Meyers warns against falling into the influencer all-or-nothing black pit. Rest days, self-care, and attention to your body’s needs are principal to your overall health. “Your physical self needs rest; it’s a part of our cycle and a part of our health,” they say. “Understanding that is so helpful in that your rest day may be the day that is best for you physically.”
“And it may not even be one day,” they continue. “I’m wary of ‘30-day challenges’ because I don’t think that our bodies—as primal humans—are made to work that way. Everything in life has a cycle, including the plants outside. They grow, they rest, and they come back. I believe that we’re the same way.”
Often while teaching the be.come project, Meyers reassures clients that it is in fact okay to sit and chill while watching the video, or to hang out in child’s pose on the mat. “The most important thing is taking the dedicated time for yourself,” Meyers concludes. “I think that plays into our physical and mental side.”
As a fitness-minded person myself, I have pinballed between numerous diets and fitness routines to find what works for me: I was vegan for two years. I started CrossFit. I got into weightlifting. I went back to CrossFit. I started cycling. I started jogging. Health and diet have never been one thing for me—I saw the six pack come and go, but that was never my endgame.
Instead, I choose to focus on how my food makes me feel. Do I like the recipe? Is my body nourished? The workouts, too: Did I enjoy that hour I took for myself? I pay attention to what my body can do, what it used to be able to do, and what I want it to be able to do in the future. I don’t own a scale.

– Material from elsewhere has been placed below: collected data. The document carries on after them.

@slow(800)
@given(preset=st.sampled_from(PRESETS), n=st.integers(2, 8), seed=st.integers(0, 2**32 - 1),
       stroke=strokes(), phys=physics_values,
       aim=st.one_of(st.none(), st.tuples(st.integers(1, 7), st.floats(-0.95, 0.95))))
def test_invariants_random_layouts(preset, n, seed, stroke, phys, aim):
    table = TABLES[preset]
    pos = random_layout(table, n, np.random.default_rng(seed))
    assume(len(pos) == n)
    if aim is not None:
        # Most of the time, play at one of the balls (a random fullness of
        # hit) so that collisions are common.
        k, fullness = aim
        d = pos[min(k, n - 1)] - pos[0]
        off = math.asin(fullness * min(1.0, 2 * table.ball_radius / float(np.hypot(*d))))
        stroke = stroke.replace(direction_deg=math.degrees(math.atan2(d[1], d[0]) + off))
    ids = ["cue"] + [f"b{k}" for k in range(1, n)]
    out = Simulator(table, phys).run(ids, pos, stroke)
    check_invariants(out, table)
    collided = any(e.kind == EventKind.COLLISION for e in out.events)
    event("collisions" if collided else "no collision")
    if out.pocketed():
        event("pocketed")


@slow(40)
# Found by this test: a ball gathered into a cluster phase it took no part in
# was moved to the phase's time, and the pair tests read its motion as of
# its old time, so they skipped its next contact (2.8 um of overlap).
@example(seed=1421484, speed=10.170282572936943, aim=0.0, gap=0.0003, side=0.2892365236387031,
         height=0.292, zero_friction=True, preset="pool-8ft")
@given(seed=st.integers(0, 2**32 - 1), speed=st.floats(8.0, 12.0), aim=st.floats(-1.5, 1.5),
       gap=st.sampled_from([0.0, 1e-7, 1e-5, 3e-4]), side=st.floats(-0.3, 0.3),
       height=st.floats(-0.3, 0.3), zero_friction=st.booleans(),
       preset=st.sampled_from(["pool-9ft", "pool-8ft", "pool-7ft"]))
def test_invariants_sixteen_ball_breaks(seed, speed, aim, gap, side, height, zero_friction,
                                        preset):
    # A full rack broken hard from behind the head string.
    table = TABLES[preset]
    R = table.ball_radius
    rng = np.random.default_rng(seed)
    rack = build_rack(table, gap, 0.2 * gap, rng)
    cue = np.array([table.spec.head_string_x_m - rng.uniform(0.05, 0.4),
                    table.width / 2 + rng.uniform(-0.3, 0.3)])
    apex = rack[0]
    direction = math.degrees(math.atan2(apex[1] - cue[1], apex[0] - cue[0])) + aim
    phys = Physics(ball_friction=0.0) if zero_friction else Physics()
    pos = np.vstack([cue, rack])
    d = np.hypot(pos[:, None, 0] - pos[None, :, 0], pos[:, None, 1] - pos[None, :, 1])
    d[np.diag_indices(16)] = np.inf
    assume(d.min() >= 2 * R - 1e-12)
    ids = ["cue"] + [str(k) for k in range(1, 16)]
    out = Simulator(table, phys).run(ids, pos, Stroke(direction, speed, side, height))
    check_invariants(out, table)
    assert out.n_events > 30  # the rack did break up


def test_momentum_checked_often():
    # Guard against the property above passing vacuously: a fixed set of
    # frictionless layouts must give many checked impacts.
    table = TABLES["pool-9ft"]
    rng = np.random.default_rng(3)
    total = 0
    for _ in range(40):
        pos = random_layout(table, 8, rng)
        stroke = Stroke(float(rng.uniform(0, 360)), float(rng.uniform(2.0, 6.0)))
        out = Simulator(table, Physics(ball_friction=0.0)).run(
            ["cue"] + [f"b{k}" for k in range(1, 8)], pos, stroke)
        total += check_invariants(out, table)
    assert total >= 40


@slow(300)
@given(v1=st.tuples(st.floats(-6, 6), st.floats(-6, 6)),
       v2=st.tuples(st.floats(-6, 6), st.floats(-6, 6)),
       w1=st.tuples(st.floats(-300, 300), st.floats(-300, 300), st.floats(-300, 300)),
       w2=st.tuples(st.floats(-300, 300), st.floats(-300, 300), st.floats(-300, 300)),
       ang=st.floats(0.0, 2 * math.pi), e=st.floats(0.0, 1.0),
       mu=st.one_of(st.just(-1.0), st.floats(0.0, 0.5)))
def test_ball_ball_kernel_energy_and_momentum(v1, v2, w1, w2, ang, e, mu):
    # Random impacts with spin and friction (fit or fixed): energy never
    # grows, the pair's momentum is kept, and they separate afterwards.
    prm = _params_vector(TABLES["pool-9ft"], Physics())
    R, m = prm[0], prm[1]
    pos = np.array([[0.0, 0.0], [2 * R * math.cos(ang), 2 * R * math.sin(ang)]])
    vel = np.array([v1, v2], dtype=float)
    om = np.array([w1, w2], dtype=float)
    inertia = 0.4 * m * R * R

    def energy():
        return 0.5 * m * float(np.sum(vel**2)) + 0.5 * inertia * float(np.sum(om**2))

    e0, p0 = energy(), vel.sum(axis=0)
    ball_ball(0, 1, pos, vel, om, prm, e, mu)
    assert energy() <= e0 * (1 + 1e-12) + 1e-15
    np.testing.assert_allclose(vel.sum(axis=0), p0, atol=1e-12)
    n = pos[1] - pos[0]
    assert (vel[0] - vel[1]) @ n <= 1e-12  # not approaching any more
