def test_side_beyond_the_miscue_limit_is_refused():
    with pytest.raises(InputError, match="miscue limit"):
        find_shots(straight_in(0.5, 0.5), side=0.51)


@pytest.mark.parametrize("tip", ["stun", "draw"])
def test_chosen_heights_keep_the_club_tip_room(tip):
    # Hand-worked: the club level's tip error is 0.04 R (sd), so the tip
    # room is 0.5 - 2.5 * 0.04 = 0.40 R; no height the search chooses itself
    # may go beyond it, with or without side.
    from pathlib import Path

    from shotplan.layout import load_layout

    root = Path(__file__).resolve().parents[1] / "assets" / "layouts"
    for name in ("club-night-1-straight-in", "club-night-2-cut-to-corner"):
        lay = load_layout(root / f"{name}.json")
        for side in (0.0, 0.3):
            res = find_shots(lay, tip=tip, side=side, kinds=["direct"])
            assert res.shots
            for s in res.shots:
                assert math.hypot(s.side, s.height) <= 0.40 + 1e-9


def test_a_side_beyond_the_tip_room_is_refused():
    from pathlib import Path

    from shotplan.errors import InputError
    from shotplan.layout import load_layout
    from shotplan.players import PlayerErrors

    lay = load_layout(Path(__file__).resolve().parents[1] / "assets" / "layouts"
                      / "club-night-2-cut-to-corner.json")
    with pytest.raises(InputError, match="no room"):
        find_shots(lay, side=0.45)
    # an elite player's room (0.5 - 2.5 * 0.015 = 0.4625 R) has space for it
    assert find_shots(lay, side=0.45, kinds=["direct"], player=PlayerErrors.level("elite")).shots


# ------------------------------------------------ named run, stroke player
def test_run_record_of_a_straight_in_stun_shot():
    # One engine run read by name: on a straight-in shot the cue ball's first
    # contact is the object ball, the object ball falls in the pocket on its
    # line, and a stun shot stops the cue ball about where it met the object
    # ball (common practice, no source: "stop shot"; a few cm of follow-on
    # from the ball restitution below 1).
    from shotplan.physics.run import StrokePlayer
    from shotplan.physics.state import EV_COLLISION

    lay = straight_in(0.5, 0.6)
    shot = only(lay, speed=2.0, tip="stun")
    sp = StrokePlayer.for_layout(lay)
    run = sp.play(shot.direction_deg, shot.speed_mps, shot.side, shot.height)
    ob, cue = sp.ids.index("1"), sp.cue
    k, other = run.first_collision(cue)
    assert other == ob and run.event_kind[k] == EV_COLLISION
    assert run.pocket_of(ob) == TABLE.pocket_index("foot-right")
    assert run.pocket_of(cue) == -1
    assert sp.pots(run, ob, ob, TABLE.pocket_index("foot-right"))
    assert not sp.pots(run, ob, ob, TABLE.pocket_index("foot-left"))
    ghost = ghost_ball(lay.position("1"), TABLE.pocket("foot-right").drop_centre, R)
    assert math.dist(run.finish(cue), ghost) < 0.05
    assert run.n_events == len(run.event_t) and run.n_segments == len(run.seg_t)
    assert sp.runs == 1


def test_the_search_counts_every_engine_run():
    # SearchResult.simulations is the stroke player's count: running the same
    # search twice costs the same number of runs, and a search with fewer
    # kinds costs fewer (a subset of the same candidates).
    lay = cut_layout(20.0).with_ball("2", (0.8, 0.9))
    full = find_shots(lay)
    assert full.simulations == find_shots(lay).simulations > 0
    assert find_shots(lay, kinds=["direct"]).simulations < full.simulations


def test_rails_are_named_records_facing_into_the_table():
    # A six-pocket table has six straight cushions: the head and foot rails
    # and two halves of each long rail, split by the side pockets (trade
    # fact, common practice); each normal is a unit vector into the bed.
    from shotplan.search.candidates import rails_of

    rails = rails_of(TABLE)
    names = sorted(r.name for r in rails)
    assert names == ["foot rail", "head rail", "left rail", "left rail", "right rail",
                     "right rail"]
    for r in rails:
        assert math.hypot(*r.normal) == pytest.approx(1.0)
        inward = (L / 2 - r.start[0]) * r.normal[0] + (W / 2 - r.start[1]) * r.normal[1]
        assert inward > 0
    halves = [r for r in rails if r.name == "left rail"]
    assert halves[0].faces_like(halves[1])
    assert not any(r.faces_like(q) for r in rails for q in rails
                   if r.name != q.name)


def test_stroke_physics_loads_without_the_engine():
    # tip_height and default_speed are closed forms: importing them must not
    # start numba (the engine loads on first simulation only).
    import subprocess
    import sys

    code = ("import sys, shotplan.stroke as s; "
            "print(callable(s.tip_height), callable(s.default_speed), 'numba' in sys.modules)")
    out = subprocess.run([sys.executable, "-c", code], capture_output=True, text=True, check=True)
    assert out.stdout.split() == ["True", "True", "False"]
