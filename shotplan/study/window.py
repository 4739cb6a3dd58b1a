"""The window study: the window against the cut or the approach angle."""

from __future__ import annotations

import time
from collections.abc import Iterable, Sequence
from dataclasses import dataclass
from typing import Any

from ..equipment import TableSpec
from ..errors import InputError
from ..physics.params import Physics
from .base import (
    CUT_SIDES,
    MAX_ANGLE_DEG,
    OLD_SPIN_WORDS,
    STUDY_TIPS,
    CutGeometry,
    Progress,
    check_angle,
    check_distance,
    check_speed,
    contact_of,
    default_pockets,
    fields_dict,
    physics_or_default,
    place_shot,
    pocket_of,
    sweep_angles,
    table_dict,
    tick,
)

__all__ = [
    "WindowPoint",
    "WindowStudy",
    "window_against_cut",
    "window_against_approach",
]


# ---------------------------------------------------------------- window
@dataclass(frozen=True, slots=True)
class WindowPoint:
    """The window of one study layout."""

    pocket: str
    """Pocket name."""
    pocket_kind: str
    """``corner`` or ``side``."""
    tip: str
    """``stun``, ``follow`` or ``draw``."""
    object_distance_m: float
    """Object ball to the mouth line, m."""
    cue_distance_m: float
    """Cue ball to the ghost ball, m."""
    cut_deg: float
    """Cut angle, degrees."""
    approach_deg: float
    """Object ball's line against the pocket's axis, degrees."""
    cut_side: str | None
    """``left`` or ``right`` (None where the layout did not fit)."""
    window_deg: float | None
    """Window width, degrees at the cue ball (0 where nothing pockets;
    None where the layout did not fit)."""
    window_mm: float | None
    """Window width as an arc at the ghost ball's distance, mm."""
    window_low_deg: float | None
    """Lowest cue direction that pockets, degrees."""
    window_high_deg: float | None
    """Highest cue direction that pockets, degrees."""
    aim_deg: float | None
    """Cue direction to play (throw and squirt corrected), degrees."""
    ghost_direction_deg: float | None
    """Cue direction of the plain ghost-ball aim, degrees."""
    speed_mps: float | None
    """Launch speed used, m/s."""
    height: float | None
    """Tip height used, ball radii."""
    spin_ratio: float | None
    """Spin at contact when the aim is played, ``R w / v``: +1 rolling, 0 stun, < 0 draw."""
    throw_deg: float | None
    """Throw at the ghost-ball aim as the search measures it, degrees."""
    scratch: bool
    """The cue ball falls too at the aim."""
    note: str
    """Why there is no window (empty when there is one)."""

    @property
    def made(self) -> bool:
        """The shot pockets the ball somewhere in its window."""
        return bool(self.window_deg)

    def to_dict(self) -> dict[str, Any]:
        """Every field by name (None for what is not there)."""
        return fields_dict(self)


@dataclass(frozen=True, slots=True)
class WindowStudy:
    """Windows over a sweep of cut or approach angles."""

    against: str
    """``cut`` or ``approach``: the swept angle."""
    table: TableSpec
    """The table."""
    physics: Physics
    """The physics values."""
    speed_mps: float | None
    """Launch speed for every shot, or None for the search's pace per shot."""
    points: tuple[WindowPoint, ...]
    """Every point, curve by curve, in sweep order."""
    simulations: int
    """Simulator runs used."""
    seconds: float
    """Wall time."""

    def x_of(self, point: WindowPoint) -> float:
        """The swept angle of a point."""
        return point.cut_deg if self.against == "cut" else point.approach_deg

    def curves(self) -> list[tuple[tuple[str, str, float, float], list[WindowPoint]]]:
        """Points grouped by curve key ``(pocket, tip, object distance, cue distance)``,
        in the order first met."""
        groups: dict[tuple[str, str, float, float], list[WindowPoint]] = {}
        for p in self.points:
            groups.setdefault((p.pocket, p.tip, p.object_distance_m, p.cue_distance_m), []).append(p)
        return list(groups.items())

    def largest(self) -> list[dict[str, Any]]:
        """For each curve, the largest swept angle that still pockets."""
        out = []
        for (pocket, tip, d, dc), pts in self.curves():
            made = [self.x_of(p) for p in pts if p.made]
            out.append({"pocket": pocket, "tip": tip, "object_distance_m": d,
                        "cue_distance_m": dc, f"largest_{self.against}_deg": max(made) if made else None})
        return out

    def rows(self) -> list[dict[str, Any]]:
        """One CSV row per point."""
        return [{"study": f"window-{self.against}", **p.to_dict()} for p in self.points]

    def to_dict(self) -> dict[str, Any]:
        """The ``--json`` document."""
        return {"study": "window", "against": self.against, "table": table_dict(self.table),
                "physics": self.physics.to_dict(), "speed_mps": self.speed_mps,
                "curves": self.largest(), "points": [p.to_dict() for p in self.points],
                "simulations": self.simulations, "seconds": self.seconds}


def _window_point(geo: CutGeometry | None, why: str, key: dict[str, Any], tip: str,
                  speed: float | None, physics: Physics) -> tuple[WindowPoint, int]:
    from ..physics import simulator_for
    from ..search import find_shots

    blank: dict[str, Any] = dict(
        window_deg=None, window_mm=None, window_low_deg=None, window_high_deg=None, aim_deg=None,
        ghost_direction_deg=None, speed_mps=None, height=None, spin_ratio=None, throw_deg=None,
        scratch=False)
    if geo is None:
        return WindowPoint(**key, tip=tip, cut_side=None, **blank, note=why), 0
    res = find_shots(geo.layout, kinds=["direct"], balls=[geo.ball], pockets=[geo.pocket],
                     tip=STUDY_TIPS[tip], speed=speed, allow_scratch=True,
                     max_cut_deg=MAX_ANGLE_DEG + 0.5, physics=physics)
    if not res.shots:
        reason = res.rejected[0].reason if res.rejected else "no shot"
        zero: dict[str, Any] = {**blank, "window_deg": 0.0, "window_mm": 0.0,
                                "ghost_direction_deg": geo.ghost_direction_deg}
        return WindowPoint(**key, tip=tip, cut_side=geo.cut_side, **zero, note=reason), res.simulations
    s = res.shots[0]
    throw = s.throw_deg  # None for banks and kicks; a direct shot always has one
    # What the tip choice delivered at contact: a "stun" that needs more draw
    # than the miscue limit allows arrives with some roll, and the reader
    # should see it.
    pos = geo.layout.positions()
    ids = list(pos)
    outcome = simulator_for(geo.layout.table, physics).run(ids, [pos[i] for i in ids], s.stroke())
    c = contact_of(outcome, geo.ball, geo.layout.table.ball.radius_m)
    return WindowPoint(**key, tip=tip, cut_side=geo.cut_side, window_deg=s.window_deg,
                       window_mm=s.window_mm, window_low_deg=s.window_low_deg,
                       window_high_deg=s.window_high_deg, aim_deg=s.direction_deg,
                       ghost_direction_deg=s.ghost_direction_deg, speed_mps=s.speed_mps,
                       height=s.height, spin_ratio=c.spin_ratio if c is not None else None,
                       throw_deg=throw, scratch=s.scratch, note=""), res.simulations + 1


def _check_tips(tips: Sequence[str]) -> tuple[str, ...]:
    if not tips:
        raise InputError("tip: at least one tip is needed, one of stun, follow, draw")
    tips = tuple(OLD_SPIN_WORDS.get(t, t) for t in tips)
    for t in tips:
        if t not in STUDY_TIPS:
            raise InputError(f"tip: {t!r} is not a study tip, must be one of stun, follow, draw")
    return tuple(tips)


def _distances(values: Iterable[float], what: str, spec: TableSpec) -> tuple[float, ...]:
    out = tuple(check_distance(v, what, spec) for v in values)
    if not out:
        raise InputError(f"{what}: at least one distance is needed")
    return out


def window_against_cut(
    spec: TableSpec,
    pockets: Sequence[str] = ("foot-right",),
    *,
    object_distances: Sequence[float] = (0.3, 0.6, 0.9),
    cue_distances: Sequence[float] = (0.5,),
    cuts: Sequence[float] | None = None,
    tips: Sequence[str] = ("stun", "follow"),
    approach_deg: float = 0.0,
    speed: float | None = None,
    cut_side: str = "auto",
    physics: Physics | None = None,
    progress: Progress | None = None,
) -> WindowStudy:
    """The window against the cut angle: one curve per pocket, tip, object-ball
    distance and cue-ball distance.

    Parameters
    ----------
    spec
        The table.
    pockets
        Pockets to shoot at.
    object_distances, cue_distances
        Object ball to the mouth line and cue ball to the ghost ball, m.
    cuts
        Cut angles, degrees (default 0 to 85 by 5).
    tips
        ``stun``, ``follow`` (natural roll) and/or ``draw``.
    approach_deg
        Angle of the object ball's line to the pocket's axis, degrees.
    speed
        Launch speed for every shot (m/s); default the search's pace per shot.
    cut_side
        ``auto``, ``left`` or ``right``.
    physics
        Physics values (default: the table's).
    progress
        Called as ``progress(done, total)`` after each point.
    """
    return _window_sweep("cut", spec, pockets, object_distances, cue_distances,
                         cuts if cuts is not None else sweep_angles(5.0, 85.0), tips,
                         approach_deg, 0.0, speed, cut_side, physics, progress)


def window_against_approach(
    spec: TableSpec,
    pockets: Sequence[str] | None = None,
    *,
    object_distances: Sequence[float] = (0.5,),
    cue_distances: Sequence[float] = (0.5,),
    approaches: Sequence[float] | None = None,
    tips: Sequence[str] = ("stun", "follow"),
    cut_deg: float = 0.0,
    speed: float | None = None,
    cut_side: str = "auto",
    physics: Physics | None = None,
    progress: Progress | None = None,
) -> WindowStudy:
    """The window against the approach angle into the pocket (the object
    ball's line against the pocket's axis); by default for one corner and
    one side pocket, straight in (cut 0). Parameters as
    :func:`window_against_cut`, with ``approaches`` (default 0 to 70 by 5)
    swept and ``cut_deg`` fixed."""
    pk = list(pockets) if pockets else default_pockets(spec)
    return _window_sweep("approach", spec, pk, object_distances, cue_distances,
                         approaches if approaches is not None else sweep_angles(5.0, 70.0), tips,
                         0.0, cut_deg, speed, cut_side, physics, progress)


def _window_sweep(against: str, spec: TableSpec, pockets: Sequence[str],
                  object_distances: Sequence[float], cue_distances: Sequence[float],
                  angles: Sequence[float], tips: Sequence[str], approach_deg: float,
                  cut_deg: float, speed: float | None, cut_side: str, physics: Physics | None,
                  progress: Progress | None) -> WindowStudy:
    t0 = time.perf_counter()
    tips = _check_tips(tips)
    speed = check_speed(speed)
    ds = _distances(object_distances, "object-ball distance", spec)
    dcs = _distances(cue_distances, "cue-ball distance", spec)
    if not pockets:
        raise InputError("pocket: at least one pocket is needed")
    for pk in pockets:
        pocket_of(spec, pk)
    if against == "cut":
        angles = tuple(check_angle(a, "cut angle") for a in angles)
        check_angle(abs(approach_deg), "approach angle")
    else:
        for a in angles:
            check_angle(abs(a), "approach angle")
        angles = tuple(float(a) for a in angles)
        check_angle(cut_deg, "cut angle")
    if not angles:
        raise InputError(f"{against} angle: at least one angle is needed")
    if cut_side not in CUT_SIDES:
        raise InputError(f"cut side {cut_side!r} is not valid, must be one of {', '.join(CUT_SIDES)}")
    phys = physics_or_default(spec, physics)
    total = len(pockets) * len(tips) * len(ds) * len(dcs) * len(angles)
    points: list[WindowPoint] = []
    sims = 0
    for pk in pockets:
        kind = pocket_of(spec, pk).kind
        for tip in tips:
            for d in ds:
                for dc in dcs:
                    for a in angles:
                        cut, app = (a, approach_deg) if against == "cut" else (cut_deg, a)
                        geo, why = place_shot(spec, pk, d, dc, cut, app, cut_side)
                        key = dict(pocket=pk, pocket_kind=kind, object_distance_m=d,
                                   cue_distance_m=dc, cut_deg=cut, approach_deg=app)
                        point, n = _window_point(geo, why, key, tip, speed, phys)
                        points.append(point)
                        sims += n
                        tick(progress, len(points), total)
    return WindowStudy(against, spec, phys, speed, tuple(points), sims, time.perf_counter() - t0)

Following my interpretation of Meyers’ advice over the years, I’m less concerned with my weight or the shape of my body and more concerned with how the food and workouts make me feel. If I am healthy, inside and out, I don’t require the six pack I lost or the before-and-after photos that Instagram wants from me.
“A lot of times, when we’re at our [physically fittest], we’re not at our happiest or healthiest,” Meyers told me in our 2018 interview. Those words stick with me to this day.
While Meyers is forging the be.come project’s path through inclusive and considered fitness, they aren’t the only one. Meyers is inspired by others online who offer safe and welcoming environments for all people of all body types:
- Decolonizing Fitness
- Wolf Medicine
- Jessamyn
- Yaya
- Sunrise Nutrition
- The Fatphobia Slayer
- Underbelly Yoga
- Alisha McCullough
- Nonnormative Body Club
- Queer Healers
- Martinus Evans
This time of year, we are inundated with diet and weight-loss media. No matter your journey, it is important to consider that your health does not hinge strictly on one thing. Remember that your health journey is not a journey to health, but rather an ongoing relationship with your body and the state of your current health along the way. Find what works for your body and your peace. Above all, be kind to yourself.